(GIVEN RECORDS):
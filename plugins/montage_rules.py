"""Built-in plugin ``montage_rules``: the 10-20, 10-10 and 10-5 systems placed by their percentage rules.

Implemented from the published definitions (Jasper 1958; Chatrian, Lettich &
Nelson 1985; Oostenveld & Praamstra 2001), not from position tables:

1. The midline arc nasion -> inion and the coronal arc LPA -> RPA are traced
   over the scalp; Cz is where both are halved (found by alternating the two,
   each through the other's midpoint, until it moves less than 0.01 mm).
2. Midline positions sit at 5 % steps of the nasion-inion arc: Nz 0 %, NFpz 5 %,
   Fpz 10 %, AFpz 15 %, AFz 20 % ... Cz 50 % ... Oz 90 %, OIz 95 %, Iz 100 %.
3. Two closed rings: the 10 % ring (Fpz, T7, Oz, T8) and the 0 % ring (Nz,
   LPA, Iz, RPA); on each half ring, row ``i`` (the midline level i*5 %) has
   its lateral end at i*5 % of the half ring (Fp1 10 %, AF7 20 %, F7 30 %,
   FT7 40 %, T7 50 % ...; on the 0 % ring N1, AF9, F9, FT9, T9 ...).
4. Each row's arc from its left 10 %-ring point through the midline to the
   right one is divided per half in quarters (10-10: 7, 5, 3, 1, z) or eighths
   (10-5: adds 7h, 5h, 3h, 1h). Column 9h is halfway between 9 and 7.

The plane arcs are a geodesic approximation (see :mod:`prep.geometry.arcs`).
Names follow docs/electrode-files.md. When no inion is given it is estimated as
the far point of the scalp on the line from the nasion through the midpoint of
the preauricular points.
"""
from __future__ import annotations

from collections.abc import Mapping

import numpy as np
import trimesh

from prep import Finding, MontageTemplate, Provenance, Sensors, Surface, UsageError, hookimpl
from prep.geometry.arcs import plane_arc, surface_hits

SYSTEMS = ("10-20", "10-10", "10-5")
#: rows at 5 % steps of the nasion-inion arc (index i = percent / 5).
ROWS = ("N", "NFp", "Fp", "AFp", "AF", "AFF", "F", "FFC", "FC", "FCC", "C", "CCP", "CP", "CPP", "P",
        "PPO", "PO", "POO", "O", "OI", "I")
#: rows whose lateral columns 7/9 (and their halves) use a temporal prefix.
TEMPORAL = {"FFC": "FFT", "FC": "FT", "FCC": "FTT", "C": "T", "CCP": "TTP", "CP": "TP", "CPP": "TPP"}
#: the 19 positions of the 10-20 system (Jasper 1958), with the 10-10 temporal names.
TEN_TWENTY = ("Fp1", "Fp2", "F7", "F3", "Fz", "F4", "F8", "T7", "C3", "Cz", "C4", "T8", "P7", "P3", "Pz",
              "P4", "P8", "O1", "O2")
#: half-row columns from the row's 10 %-ring end (t=0) to the midline (t=1); (name_left, name_right, t).
_COLUMNS = (("7", "8", 0.0), ("7h", "8h", 0.125), ("5", "6", 0.25), ("5h", "6h", 0.375), ("3", "4", 0.5),
            ("3h", "4h", 0.625), ("1", "2", 0.75), ("1h", "2h", 0.875))


def _name(row: int, column: str) -> str:
    prefix = ROWS[row]
    if column.rstrip("h") in ("7", "8", "9", "10"):
        prefix = TEMPORAL.get(prefix, prefix)
    return prefix + column


class _Head:
    """The scalp and landmarks of one placement (metres, the scalp's frame)."""

    def __init__(self, scalp: Surface, fiducials: Mapping[str, np.ndarray], samples: int) -> None:
        missing = [k for k in ("nasion", "lpa", "rpa") if k not in fiducials]
        if missing:
            raise UsageError(f"template placement needs the {', '.join(missing)} fiducial(s)")
        self.mesh = trimesh.Trimesh(np.asarray(scalp.vertices), np.asarray(scalp.faces), process=False)
        self.samples = samples
        self.nas, self.lpa, self.rpa = (np.asarray(fiducials[k], dtype=float) for k in ("nasion", "lpa", "rpa"))
        self.centre = (self.lpa + self.rpa) / 2
        right = self.rpa - self.lpa
        front = self.nas - self.centre
        self.up = np.cross(right, front)
        self.up /= np.linalg.norm(self.up)
        self.findings: list[Finding] = []
        if "inion" in fiducials:
            self.ini = np.asarray(fiducials["inion"], dtype=float)
        else:
            back = -front / np.linalg.norm(front)
            hit = surface_hits(self.mesh, self.centre, back[None])[0]
            if not np.all(np.isfinite(hit)):
                raise UsageError("cannot estimate the inion: the scalp has no surface behind the ear midpoint")
            self.ini = hit
            self.findings.append(Finding(
                code="input.landmark-estimated", severity="info", subjects=("inion",), source="montage_rules",
                message="no inion given; estimated where the line from the nasion through the ear "
                        "midpoint leaves the scalp", values={"inion_m": hit.tolist()}))

    def arc(self, start: np.ndarray, end: np.ndarray, via: np.ndarray | None):  # noqa: ANN201 - PlaneArc
        return plane_arc(self.mesh, start, end, via, self.centre, samples=self.samples)


def _layout(head: _Head) -> dict[str, np.ndarray]:
    """Every 10-5 position by the rules: label -> (3,) metres."""
    pos: dict[str, np.ndarray] = {}
    f21 = np.arange(21) / 20
    # 1. Cz: alternate the midline and coronal arcs until Cz settles
    cz = head.centre + head.up * np.linalg.norm(head.rpa - head.lpa)
    for _ in range(8):
        sag = head.arc(head.nas, head.ini, cz)
        cz_s = sag.at_fractions(np.array([0.5]))[0]
        cor = head.arc(head.lpa, head.rpa, cz_s)
        new = cor.at_fractions(np.array([0.5]))[0]
        moved = np.linalg.norm(new - cz)
        cz = new
        if moved < 1e-5:
            break
    sag = head.arc(head.nas, head.ini, cz)
    cor = head.arc(head.lpa, head.rpa, cz)
    # 2. midline
    mid = sag.at_fractions(f21)
    for i in range(21):
        pos[ROWS[i] + "z"] = mid[i]
    pos["Cz"] = cz
    t7, t8 = cor.at_fractions(np.array([0.1, 0.9]))
    # 3. rings, per half: 10 % ring through T7/T8, 0 % ring through the preauricular points
    rings = {}
    for side, t, ear in (("L", t7, head.lpa), ("R", t8, head.rpa)):
        rings[side, 10] = head.arc(pos["Fpz"], pos["Oz"], t).at_fractions(f21)
        rings[side, 0] = head.arc(pos["Nz"], pos["Iz"], ear).at_fractions(f21)
    ends = {}
    for i in range(2, 19):
        ends["L", i, 7] = rings["L", 10][i]
        ends["R", i, 7] = rings["R", 10][i]
        ends["L", i, 9] = rings["L", 0][i]
        ends["R", i, 9] = rings["R", 0][i]
    # 4. rows
    for i in range(2, 19):
        left, right, m = ends["L", i, 7], ends["R", i, 7], pos[ROWS[i] + "z"]
        if i in (2, 18):  # Fp1/Fp2, O1/O2 lie on the 10 % ring; N1/N2, I1/I2 on the 0 % ring
            pos[ROWS[i] + "1"], pos[ROWS[i] + "2"] = left, right
            low = "N" if i == 2 else "I"
            pos[low + "1"], pos[low + "2"] = ends["L", i, 9], ends["R", i, 9]
            continue
        row = head.arc(left, right, m)
        s_mid = row.length_at(m)
        ts = np.array([c[2] for c in _COLUMNS])
        lpts = row.at_fractions(ts, lo=0.0, hi=s_mid)
        rpts = row.at_fractions(1 - ts, lo=s_mid, hi=row.length)
        for (nl, nr, _), pl, pr in zip(_COLUMNS, lpts, rpts):
            pos[_name(i, nl)] = pl
            pos[_name(i, nr)] = pr
        pos[_name(i, "9")], pos[_name(i, "10")] = ends["L", i, 9], ends["R", i, 9]
        for side, col in (("L", "9h"), ("R", "10h")):
            half = head.arc(ends[side, i, 9], ends[side, i, 7], None).at_fractions(np.array([0.5]))[0]
            pos[_name(i, col)] = half
    return pos


def _select(labels: list[str], system: str) -> list[str]:
    if system == "10-5":
        return labels
    if system == "10-20":
        return [lab for lab in labels if lab in TEN_TWENTY]
    odd_rows = {ROWS[i] for i in range(1, 21, 2)} | {TEMPORAL[ROWS[i]] for i in range(1, 21, 2) if ROWS[i] in TEMPORAL}
    out = []
    for lab in labels:
        if lab.endswith("h"):
            continue
        stem = lab.rstrip("z0123456789")
        if stem in odd_rows:
            continue
        out.append(lab)
    return out


def place(scalp: Surface, fiducials: Mapping[str, np.ndarray], system: str = "10-10", samples: int = 361,
          **_: object) -> Sensors:
    """Place a standard system on ``scalp`` by the percentage rules.

    Parameters
    ----------
    scalp : Surface
        Closed scalp mesh, metres.
    fiducials : mapping
        ``nasion``, ``lpa``, ``rpa`` (and optionally ``inion``): (3,) metres in the scalp's frame.
    system : {'10-20', '10-10', '10-5'}
    samples : int
        Rays per traced arc.

    Returns
    -------
    Sensors
        In the scalp's frame; labels in midline-first order within each row;
        fiducials as given plus the inion (estimated if absent).
    """
    if system not in SYSTEMS:
        raise UsageError(f"unknown electrode system {system!r} (choose from {', '.join(SYSTEMS)})")
    head = _Head(scalp, fiducials, samples)
    pos = _layout(head)
    labels = _select(list(pos), system)
    fids = {"nasion": head.nas, "lpa": head.lpa, "rpa": head.rpa, "inion": head.ini}
    return Sensors(labels=tuple(labels), positions=np.array([pos[k] for k in labels]), frame=scalp.frame,
                   fiducials=fids, kinds=("eeg",) * len(labels), findings=tuple(head.findings),
                   provenance=Provenance(reader=f"montage_rules:{system}", unit="m", unit_source="declared",
                                         extra={"system": system, "inion_estimated": "inion" not in fiducials}))


@hookimpl
def headprep_register_montage_templates() -> list[MontageTemplate]:
    return [MontageTemplate(name="rules", place=place, systems=SYSTEMS,
                            description="10-20 / 10-10 / 10-5 placed by the percentage rules along scalp arcs",
                            defaults={"system": "10-10", "samples": 361})]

(EXERCISE OBJECTIVE):
Restate word for word only the lines above from the line containing "pos[_name(i, nr)] = pr" to the line containing "for side, col", both of them included.

(PROBLEM SOLUTION):
            pos[_name(i, nr)] = pr
        pos[_name(i, "9")], pos[_name(i, "10")] = ends["L", i, 9], ends["R", i, 9]
        for side, col in (("L", "9h"), ("R", "10h")):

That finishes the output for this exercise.